Phone - 917-626-3368, Email: [email protected]


----------



## TragicallyHip (Jan 25, 2011)

I might read CR when shopping for a refrigerator. I pretty much ignore their advice on cars. You don't buy a Beetle based on CR's projected repair frequency for electrical accessories. You buy it because you want a Beetle. 

I've had enough experience with VW that I expect more issues than a Japanese brand but fewer issues than an American brand (don't get me started about GM ABS systems). I don't expect to put a ton of miles on it, so I was able to pick up an 8 year bumper-to-bumper extended warranty for next to nothing, so I feel confident that whatever happens, I won't be spending much on repairs for my tenure with the car.

Cheers,
Dave


----------



## RedTurboS (Sep 17, 2005)

Can you copy the article and paste it in here for us to read? Unless you have a subscription you can't read Consumer Reports articles. I curious to see what it has to say. 

Thanks!


----------



## silverspeedbuggy (Aug 8, 2001)

CR has never been a VW fan.


----------



## htg39 (Oct 2, 2011)

*consumer reports*

I would if I knew how...there are not a lot of Positives...Harvey


----------



## Aonarch (Dec 4, 2006)

CR bashes anything that isnt Toyota.


----------



## Sixtysomething (Aug 7, 2003)

Very true. If a car isn't Japanese, it's pretty much junk in CR's eyes. They always bash VW's electrical issues, but they never mention how Asian cars in northern climates rust in half the time (if not less) it takes European cars.


----------



## LindsayLowhan (May 29, 2010)

Consumer Reports also rated the Range Rover Evoque horribly. That is like calling snow black.


----------



## shgolden (Oct 29, 2003)

silverspeedbuggy said:


> CR has never been a VW fan.


Nope. CR rates the Golf TDI and the GTI very highly. They don't like the newer VW models because they have been cheapend to save costs (although they did score the new Passat high enough to be recommended if it has average or better reliability, but it scored lower than the previous generation).

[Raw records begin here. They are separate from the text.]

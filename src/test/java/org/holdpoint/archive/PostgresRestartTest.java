package org.holdpoint.archive;

import static org.assertj.core.api.Assertions.assertThat;
import static org.junit.jupiter.api.Assumptions.assumeTrue;

import java.io.IOException;
import java.nio.file.Files;
import java.nio.file.Path;
import java.time.Instant;
import java.util.Map;
import java.util.concurrent.TimeUnit;
import org.holdpoint.study.ArchiveException;
import org.junit.jupiter.api.Tag;
import org.junit.jupiter.api.Test;
import org.junit.jupiter.api.io.TempDir;

/**
 * The archive outlives a database restart: a PostgreSQL cluster of its own (started and stopped by the
 * scripts CI uses) is restarted between two additions in one process, and the second addition succeeds —
 * the pool replaces the connections the restart killed instead of lending them. Needs the PostgreSQL server
 * binaries (the Debian package postgresql, installed by .ci/run); skipped without them.
 */
@Tag("postgres")
class PostgresRestartTest {
    private static final String PORT = "55437";

    @TempDir
    Path dir;

    @Test
    void anAdditionAfterARestartSucceeds() throws Exception {
        assumeTrue(Files.isDirectory(Path.of("/usr/lib/postgresql")), "no PostgreSQL server binaries");
        Map<String, String> env = Map.of("HOLDPOINT_PG_PORT", PORT, "HOLDPOINT_PG_DIR", dir.resolve("pg").toString());
        if ("root".equals(System.getProperty("user.name"))) {
            // the cluster runs as the postgres user, who must be able to enter the folder
            Files.setPosixFilePermissions(dir, java.nio.file.attribute.PosixFilePermissions.fromString("rwxrwxrwx"));
        }
        script(".ci/start-postgres.sh", env);
        String admin = "jdbc:postgresql://127.0.0.1:" + PORT + "/postgres?user=postgres";
        // the archive's own set-up, as an administrator does it (docs/archive.md)
        PostgresArchiveTest.exec(admin, PostgresArchiveTest.resource("postgresql-setup.sql"));
        PostgresArchiveTest.exec(admin, "CREATE DATABASE hp_restart OWNER holdpoint_owner");
        String url = "jdbc:postgresql://127.0.0.1:" + PORT + "/hp_restart?user=postgres";
        PostgresArchiveTest.exec(url, PostgresArchiveTest.resource("postgresql-database.sql"));
        try (JdbcArchive archive = JdbcArchive.openForMaintenance(url)) {
            archive.add(Fixtures.study("CR-1", "4711", "tooling", "change verified", Instant.parse(
                    "2026-12-01T08:00:00Z"), "Bore"), "p", null);
            assertThat(archive.openConnections()).isPositive();
            script(".ci/stop-postgres.sh", env);
            script(".ci/start-postgres.sh", env);
            archive.add(Fixtures.study("CR-2", "4711", "tooling", "change verified", Instant.parse(
                    "2026-12-02T08:00:00Z"), "Bore"), "p", null);
            assertThat(archive.verify().intact()).isTrue();
            assertThat(archive.list(org.holdpoint.study.ArchiveQuery.withDefaults())).hasSize(2);
        } catch (ArchiveException e) {
            throw new AssertionError("the archive did not survive the restart: " + e.getMessage(), e);
        } finally {
            script(".ci/stop-postgres.sh", env);
        }
    }

    private static void script(String path, Map<String, String> env) throws IOException, InterruptedException {
        ProcessBuilder pb = new ProcessBuilder("bash", path).redirectErrorStream(true);
        pb.environment().putAll(env);
        Process p = pb.start();
        String out = new String(p.getInputStream().readAllBytes());
        assertThat(p.waitFor(120, TimeUnit.SECONDS)).as(path + " finished").isTrue();
        assertThat(p.exitValue()).as(path + ": " + out).isZero();
    }
}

The new Jetta and Beetle rated too low to be recommended. The 2.5L is not competitive with other cars in its classes concerning gas mileage. The Beetle's emergency handling was not very good as it slid before the ESC kicked in to correct it.


----------



## shgolden (Oct 29, 2003)

fiftysomething said:


> Very true. If a car isn't Japanese, it's pretty much junk in CR's eyes. They always bash VW's electrical issues, but they never mention how Asian cars in northern climates rust in half the time (if not less) it takes European cars.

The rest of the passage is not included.